This reminds me of how they handle concurrency at Five Guys Burgers and Fries.
The doors and entrance ways to the store are implemented by a standard lock, because only one customer can fit through the door at a time.
The initial waiting line is implemented by a dynamic work queue.
Random people come into the store hoping to aquire the one of the cash register employee's services. They wait in a queue to be served and then are dynamically routed to the first available cashier.
Once a customer is being serviced they place their order and then they are assigned a unique order index, which constitutes their ticket for the upcoming ticket lock based food distribution system. In order to give every customer a unique order number, the computer system needs to do an atomic read and increment on an ever increasing counter.
Customers enter a random access waiting structure called the "tables" and "chairs". Customers enter a lock so as to not disturb the other pleasant patrons and wait for their ticket to be served.

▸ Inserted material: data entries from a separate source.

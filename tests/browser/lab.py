"""JupyterLab and a headless Chromium for the browser tests and the benchmark; both see nothing but this machine."""

import json
import os
import shutil
import signal
import socket
import subprocess
import sys
import time
import urllib.request
from contextlib import contextmanager
from pathlib import Path

ROOT = Path(__file__).parent.parent.parent
CHROMIUM = next((path for name in ("chromium", "chromium-browser", "google-chrome", "chrome")
                 if (path := shutil.which(name))), None)
FLAGS = ["--no-sandbox", "--disable-background-networking", "--disable-component-update", "--disable-sync",
         "--disable-quic", "--no-first-run"]
PANEL = "[...window.jupyterapp.shell.widgets('main')].find(each => each.sessionContext)"
# Cells that are sent before the kernel has told that it listens are never answered.
READY = f"""() => {{
    const kernel = {PANEL}?.sessionContext.session?.kernel;
    return kernel?.connectionStatus === 'connected' && kernel.status === 'idle';
}}"""
RUN_ALL = "window.jupyterapp.commands.execute('notebook:run-all-cells')"  # a promise, kept when all cells have run


@contextmanager
def jupyter_lab(home):
    """Run JupyterLab on a copy of the workbooks, with folders of its own below `home`; give (url, folder)."""
    folder = home / "project"
    shutil.copytree(ROOT / "workbooks", folder / "workbooks")
    (folder / "exports").mkdir()
    settings = home / "settings" / "@jupyterlab" / "apputils-extension"
    settings.mkdir(parents=True)
    (settings / "notification.jupyterlab-settings").write_text(
        json.dumps({"fetchNews": "false", "checkForUpdates": False}))
    with socket.socket() as probe:
        probe.bind(("127.0.0.1", 0))
        port = probe.getsockname()[1]
    environment = {**os.environ, "JUPYTER_CONFIG_DIR": str(home / "config"), "JUPYTER_DATA_DIR": str(home / "data"),
                   "JUPYTER_RUNTIME_DIR": str(home / "runtime"), "JUPYTERLAB_SETTINGS_DIR": str(home / "settings"),
                   "JUPYTERLAB_WORKSPACES_DIR": str(home / "workspaces"), "PYTHONPATH": str(ROOT)}
    environment.pop("CALCLIB_BATCH", None)
    with (home / "lab.log").open("w") as log:
        server = subprocess.Popen(
            [sys.executable, "-m", "jupyterlab", "--no-browser", "--allow-root", f"--port={port}",
             "--ServerApp.token=", "--ServerApp.password=", f"--ServerApp.root_dir={folder}",
             "--LabApp.expose_app_in_browser=True", "--LabApp.news_url=None"],
            cwd=folder, env=environment, stdout=log, stderr=subprocess.STDOUT)
        try:
            url = f"http://127.0.0.1:{port}"
            _await(url + "/api/status", server)
            yield url, folder
        finally:
            server.send_signal(signal.SIGTERM)
            server.wait(20)


def _await(address, server):
    for _ in range(600):
        assert server.poll() is None, "JupyterLab ended; see lab.log"
        try:
            urllib.request.urlopen(address).close()
            return
        except OSError:
            time.sleep(0.1)
    raise TimeoutError("JupyterLab did not answer within a minute")


@contextmanager
def browser():
    """Run the Chromium of this machine."""
    from playwright.sync_api import sync_playwright
    with sync_playwright() as playwright:
        launched = playwright.chromium.launch(executable_path=CHROMIUM, args=FLAGS)
        yield launched
        launched.close()


def open_notebook(page, url, name, run):
    """Open a notebook of the folder `workbooks` in a page; wait until its kernel listens, and run it if asked to."""
    page.goto(f"{url}/lab/tree/workbooks/{name}.ipynb?reset")
    ready(page)
    if run:
        page.evaluate(RUN_ALL)
        page.wait_for_selector(".jp-Notebook .calc-form", state="attached")


def ready(page):
    page.wait_for_selector(".jp-Notebook .jp-Cell", timeout=60000)
    page.wait_for_function("window.jupyterapp !== undefined")
    page.wait_for_function(READY, timeout=60000)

Whenever an order is ready, the Five Guys employees implement cache coherence by informing all of the customer processors that their now_serving set now contains the given ticket value. The food distribution zone has a finite capacity, so it is important that the customer processors have low latency in responding to the updated servicing state an quickly retrieve their food.
The customer returns to the "tables" and "chairs" and consumes their food. The customers sometimes notice false sharing where one customer takes up an a table fit for 6 and due to the timidity of typical customers, they do not want to sit at the same tables as strangers.
Customers perform busy waiting locks while waiting for the limited number of stalls in the restroom facilities and dynamically assign themselves to the first stall that opens that fits their needs. Customers then must wait in yet another queue to wait to aquire the sink to wash their hands.
Exiting the store is implemented in a very similar way to entering the store, except in general priority is given to those customers coming into the store, because it might be a cold day in Pittsburgh outside.
Just to clarify, in this case, there is only one invalidation per lock release and this message is sent to P processors. Hence the traffic is O(P) where as in case of test-test-and-set, O(P^2) is the worst case scenario, that is, when a lock is released, it sends P invalidation messages. All the P processors execute test-and-set each invalidating the cache of the other P-1 processors.
Can someone explain me how is it different from test and test and set and why the interconnect traffic is O(P) and not O(P^2)?
What i think in case of ticket lock, we are looping over a single variable (i.e. l->now_serving) and each release will invalidate this in all the processors. So effectively it is same as test and test and set.
It's O(P) since, like @flyne said, once the lock is released, the worst case is when all the processors have the lock in cache and there will be invalidation on all P processors.
The difference between the two algorithms is that in 'test and test and set' all processors will try to grab the lock so the traffic will be O(P) as opposed to ticket lock where only one processor will grab the lock - so the traffic will be O(1).
I agree with @flyne and @aznshodan. In 'test and test and set', upon lock release all the processors will try to grab the same lock generating O(P^2) invalidations. But in this case, a lock release will generate O(P) invalidations in the worst case and since acquiring a lock is only a read operation no more invalidations occur.
In OS, we talked about 3 criteria to a lock:
The ticket lock ensures bounded waiting since every thread is queued.